_Prompt_
Take the records below and retype them line by line, from the first line through the one containing "from plan_trees import"; stop there.

_Collected data_
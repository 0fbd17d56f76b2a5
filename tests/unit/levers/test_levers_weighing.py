"""Grouping by what stock weighs: the lightest of all trees, each weighed by definition."""

import numpy as np
import pytest
import shapely
from factories import make_brief, make_levers, make_pads
from hand_rigs import make_plan
from plan_trees import all_looked, every_tree, plan_of, scattered

from rigdesign.levers.grouping import group_pads
from rigdesign.levers.surface.grouping import Grouped, group_in_plan
from rigdesign.levers.weighing import StockLine
from rigdesign.levers.wiring import ideal_levers
from rigdesign.target import build_target

# few sections far apart, so that steps and not a smooth curve decide; the second is much heavier than the first
STOCK = StockLine(np.array([60.0, 90.0, 420.0, 900.0]), np.array([1.5, 6.0, 7.0, 19.0]), 0.04, 0.9, 40.0)


def line_mass(moment):
    for most, mass in zip(STOCK.moments, STOCK.masses, strict=True):
        if moment <= most:
            return mass
    return STOCK.masses[-1] * (moment / STOCK.moments[-1]) ** (2 / 3)


def weighed(nest, x, y, force):
    """Mass of a nested tree, with load and place of its pivot."""
    if isinstance(nest, int):
        return 0.0, force[nest], np.array([x[nest], y[nest]])
    masses, load, places = zip(*(weighed(part, x, y, force) for part in nest), strict=True)
    load, places = np.array(load), np.array(places)
    pivot = load @ places / load.sum()
    reach = np.linalg.norm(places - pivot, axis=1)
    if len(nest) == 2:
        own = sum(line_mass(f * r) * (r + STOCK.overhang) for f, r in zip(load, reach, strict=True))
    else:
        triangle = shapely.Polygon(places)
        steel = triangle.area + triangle.length * STOCK.overhang + np.pi * STOCK.overhang**2
        worst = max(f * r * (r + STOCK.overhang) for f, r in zip(load, reach, strict=True))
        own = max(STOCK.plate * np.sqrt(steel * worst), STOCK.thinnest * steel)
    return sum(masses) + own, load.sum(), pivot


def neighbourly(nest):
    """Whether a nested tree joins neighbours alone; pads in order."""
    if isinstance(nest, int):
        return [nest]
    parts = [neighbourly(part) for part in nest]
    if any(part is None for part in parts):
        return None
    flat = [pad for part in sorted(parts) for pad in part]
    return flat if flat == list(range(flat[0], flat[0] + len(flat))) else None


@pytest.mark.parametrize("seed", [1, 2, 3, 4])
def test_along_a_line_no_neighbour_grouping_is_lighter(seed):
    rng = np.random.default_rng(seed)
    x, force = np.sort(rng.uniform(0.3, 3.3, 6)), rng.uniform(80.0, 400.0, 6)
    brief = make_brief(pads=make_pads(count=6), levers=make_levers(ratio_limit=np.inf))
    plan = make_plan(build_target(brief), x, force)
    wiring = group_pads(plan, STOCK)
    levers = ideal_levers(wiring, x, force)
    found = float(STOCK.levers_mass(levers.load, levers.a, levers.b).sum())
    trees = [nest for nest in every_tree(tuple(range(6)), False) if neighbourly(nest) is not None]
    assert len(trees) == 42  # Catalan
    assert found == pytest.approx(min(weighed(nest, x, 0 * x, force)[0] for nest in trees), rel=1e-9)


@pytest.mark.parametrize(("count", "plates"), [(5, True), (6, False)])
def test_in_plan_no_tree_is_lighter(count, plates):
    for seed in (1, 2, 3):
        plan = scattered(count, seed, plates=plates)
        answer = group_in_plan(plan, stock=STOCK)
        assert isinstance(answer, Grouped)
        assert answer.least is not None
        force = np.abs(plan.force)
        keeping = all_looked(plan)
        assert keeping
        least = min(weighed(tree.nest, plan.x, plan.y, force)[0] for tree in keeping)
        unit = STOCK.mass_unit(answer.maker.field.total * answer.maker.field.extent, answer.maker.field.extent)
        assert answer.maker.steel(answer.least) * unit == pytest.approx(least, rel=1e-9)


def closest(nest, x, y, force):
    """Least distance in plan of pieces of one tier, and of pads' links from the pieces in the tiers that they pass."""
    pieces, links = [], []

    def look(nest, tier):
        if isinstance(nest, int):
            links.append((tier, shapely.Point(x[nest], y[nest])))
            return force[nest], np.array([x[nest], y[nest]])
        ends = [look(part, tier + 1) for part in nest]
        load, places = np.array([f for f, _ in ends]), np.array([place for _, place in ends])
        shape = shapely.LineString(places) if len(nest) == 2 else shapely.Polygon(places)
        pieces.append((tier, shape))
        return load.sum(), load @ places / load.sum()

    look(nest, 1)
    apart = [a.distance(b) for i, (at, a) in enumerate(pieces) for tier, b in pieces[:i] if tier == at]
    apart += [piece.distance(point) for tier, point in links for at, piece in pieces if at >= tier]
    return min(apart, default=np.inf)


@pytest.mark.parametrize(("count", "plates", "seeds"), [(5, True, (1, 4, 24)), (6, False, (3, 26, 35))])
def test_links_of_pads_keep_clear_of_what_they_pass(count, plates, seeds):
    cost = []
    for seed in seeds:
        plan = scattered(count, seed, plates=plates, clearance=0.2)
        answer = group_in_plan(plan, stock=STOCK)
        assert isinstance(answer, Grouped)
        force = np.abs(plan.force)
        nests = [tree.nest for tree in all_looked(plan)]
        clear = [nest for nest in nests if closest(nest, plan.x, plan.y, force) >= 0.2]
        masses = [weighed(nest, plan.x, plan.y, force)[0] for nest in nests]
        if clear:
            least = min(weighed(nest, plan.x, plan.y, force)[0] for nest in clear)
            assert answer.clashes == 0
            assert answer.mass(STOCK) == pytest.approx(least, rel=1e-9)
            cost.append(least / min(masses))
        else:
            assert answer.clashes > 0
    assert max(cost) > 1.0001


def test_a_plate_is_weighed_as_a_plate():
    plan = plan_of([0.0, 1.0, 0.4], [0.0, 0.1, 0.8], [200.0, 300.0, 250.0], plates=True)
    answer = group_in_plan(plan, stock=STOCK)
    trees = {nest: weighed(nest, plan.x, plan.y, np.abs(plan.force))[0] for nest in every_tree((0, 1, 2), True)}
    assert answer.mass(STOCK) == pytest.approx(min(trees.values()), rel=1e-9)


def test_scalars_weigh_as_arrays_do():
    moments, arms = np.array([1.0, 60.0, 60.1, 2000.0]), np.array([0.1, 0.2, 0.3, 0.4])
    for moment, arm, mass in zip(moments, arms, STOCK.side_mass(moments, arms), strict=True):
        assert STOCK.side_mass_of(moment, arm) == pytest.approx(mass, rel=1e-14)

_Response area_
repository 0fbd17d56f76b2a5
filename tests/unit/levers/test_levers_weighing.py
"""Grouping by what stock weighs: the lightest of all trees, each weighed by definition."""

import numpy as np
import pytest
import shapely
from factories import make_brief, make_levers, make_pads
from hand_rigs import make_plan
from plan_trees import all_looked, every_tree, plan_of, scattered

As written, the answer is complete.